これら粘度指数向上剤の分子量は、せん断安定性を考慮して選定することが必要である。具体的には、粘度指数向上剤の数平均分子量は、例えば分散型及び非分散型ポリメタクリレートでは5000〜1000000、好ましくは100000〜800000がよく、ポリイソブチレン又はその水素化物では800〜5000、エチレン−α−オレフィン共重合体又はその水素化物では800〜300000、好ましくは10000〜200000がよい。また、かかる粘度指数向上剤は、単独で又は複数種を任意に組合せて含有させることができるが、通常その含有量は、潤滑油全量基準で0.1〜40.0%であることが望ましい。
【0051】
更にまた、他の無灰摩擦調整剤としては、ホウ酸エステル、高級アルコール、脂肪族エーテル等の無灰摩擦調整剤、ジチオリン酸モリブデン、ジチオカルバミン酸モリブデン、二硫化モリブデン等の金属系摩擦調整剤等が挙げられる。
また、他の無灰分散剤としては、数平均分子量が900〜3500のポリブテニル基を有するポリブテニルベンジルアミン、ポリブテニルアミン、数平均分子量が900未満のポリブテニル基を有するポリブテニルコハク酸イミド等及びそれらの誘導体等が挙げられる。
更に、上記摩耗防止剤又は極圧剤としては、ジスルフィド、硫化油脂、硫化オレフィン、炭素数2〜20の炭化水素基を1〜3個含有するリン酸エステル、チオリン酸エステル、亜リン酸エステル、チオ亜リン酸エステル及びこれらのアミン塩等が挙げられる。
更にまた、上記防錆剤としては、アルキルベンゼンスルフォネート、ジノニルナフタレンスルフォネート、アルケニルコハク酸エステル及び多価アルコールエステル等が挙げられる。
また、上記非イオン系界面活性剤及び抗乳化剤としては、ポリオキシエチレンアルキルエーテル、ポリオキシエチレンアルキルフェニルエーテル及びポリオキシエチレンアルキルナフチルエーテル等のポリアルキレングリコール系非イオン系界面活性剤が挙げられる。
更に、上記金属不活性化剤としては、イミダゾリン、ピリミジン誘導体、チアジアゾール、ベンゾトリアゾール及びチアジアゾール等が挙げられる。
更にまた、上記消泡剤としては、シリコーン、フルオロシリコーン及びフルオロアルキルエーテル等が挙げられる。
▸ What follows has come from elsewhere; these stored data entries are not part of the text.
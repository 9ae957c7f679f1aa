"""Time of a cut study beyond reaching its lowest cut."""

from __future__ import annotations

import time

import numpy as np
import pytest

from lozenge_engine.config import PointSource, Setup
from lozenge_engine.cutstudy import cut_study
from lozenge_engine.pipeline import compute
from lozenge_engine.stages import Stages

pytestmark = pytest.mark.benchmark


@pytest.mark.parametrize("stage", ["patch", "regions", "both"])
def test_forty_alphas_and_four_rules_take_under_three_seconds(stage: str) -> None:
    config = Setup(points=PointSource(density=1000.0, seed=3)).config()
    cache = Stages()
    compute(config, stages=cache)
    alphas = np.geomspace(0.25, 4.0, 40)
    cut_study(config, alphas=(0.2, 4.0), stages=("both",), rules=("root_count",), cache=cache)
    start = time.process_time()
    found = cut_study(config, alphas=tuple(alphas), stages=(stage,), cache=cache)
    busy = time.process_time() - start
    print(f"\n{stage}: {found.seconds:.2f} s, {busy:.2f} s of processor time")
    assert found.seconds < 3.0


def test_time_to_reach_the_floor_is_told_apart() -> None:
    config = Setup(points=PointSource(density=1000.0, seed=3)).config()
    cache = Stages()
    compute(config, stages=cache)
    found = cut_study(
        config, alphas=(0.25, 4.0), stages=("both",), rules=("root_count",), cache=cache
    )
    print(f"\nfrom the cut to a quarter of it: {found.floor_seconds:.2f} s")
    assert found.floor_seconds > 0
なお、これら添加剤を本発明に用いる潤滑油に含有させる場合には、その含有量は、潤滑油全量基準で、他の摩擦調整剤、他の無灰分散剤、摩耗防止剤又は極圧剤、防錆剤、及び抗乳化剤については0.01〜5%、金属不活性剤については0.005〜1%、消泡剤については0.0005〜1%の範囲から適宜選択できる。
【0052】
【発明の効果】
以上説明してきたように、本発明によれば、カムシャフト周辺やバルブ周辺における摺動部位と該摺動部位と摺動する他の摺動部位の一方又は双方に、特定の潤滑油の存在下において極めて優れた低摩擦性を示すダイヤモンドライクカーボン(DLC)薄膜等の硬質炭素薄膜を被覆し、所定の潤滑油とを組み合わせることとしたため、これら部材間の低摩擦性、耐摩耗性、耐焼付性及び耐久性を大幅に改善することができ、内燃機関の効率及び信頼性向上、燃費改善に大きく寄与することができる。
【図面の簡単な説明】
【図1】カムシャフトの一例を示す側面図である。
【図2】バルブ周辺の動弁機構の一例を示す断面図である。
【符号の説明】
1 カムシャフト
10 カムロブ
20 カムジャーナル
30 バルブリフタ
40 バルブスプリング
50 バルブ
51 ステム部
52 フェース部
60 ステムシール
70 バルブガイド
80 バルブシート
90 吸気ポート
100 リテーナ
110 コッタ
Claims (10)
- 潤滑油の存在下で摺動し、カムロブとカムジャーナルを有する鉄基材料から成るカムシャフトを備えた動弁機構において、
上記カムシャフトの摺動面及び/又は鉄基材料から成る相手材の摺動面に、水素含有量が10原子%以下である硬質炭素薄膜を被覆して成ることを特徴とする動弁機構。 - 鉄基材料から成るバルブを更に備えた動弁機構において、
上記バルブの摺動面及び/又は鉄基材料から成る相手材の摺動面に、水素含有量が10原子%以下である硬質炭素薄膜を被覆して成ることを特徴とする請求項1に記載の動弁機構。 - 上記硬質炭素薄膜の水素含有量が1原子%以下であることを特徴とする請求項1又は2に記載の動弁機構。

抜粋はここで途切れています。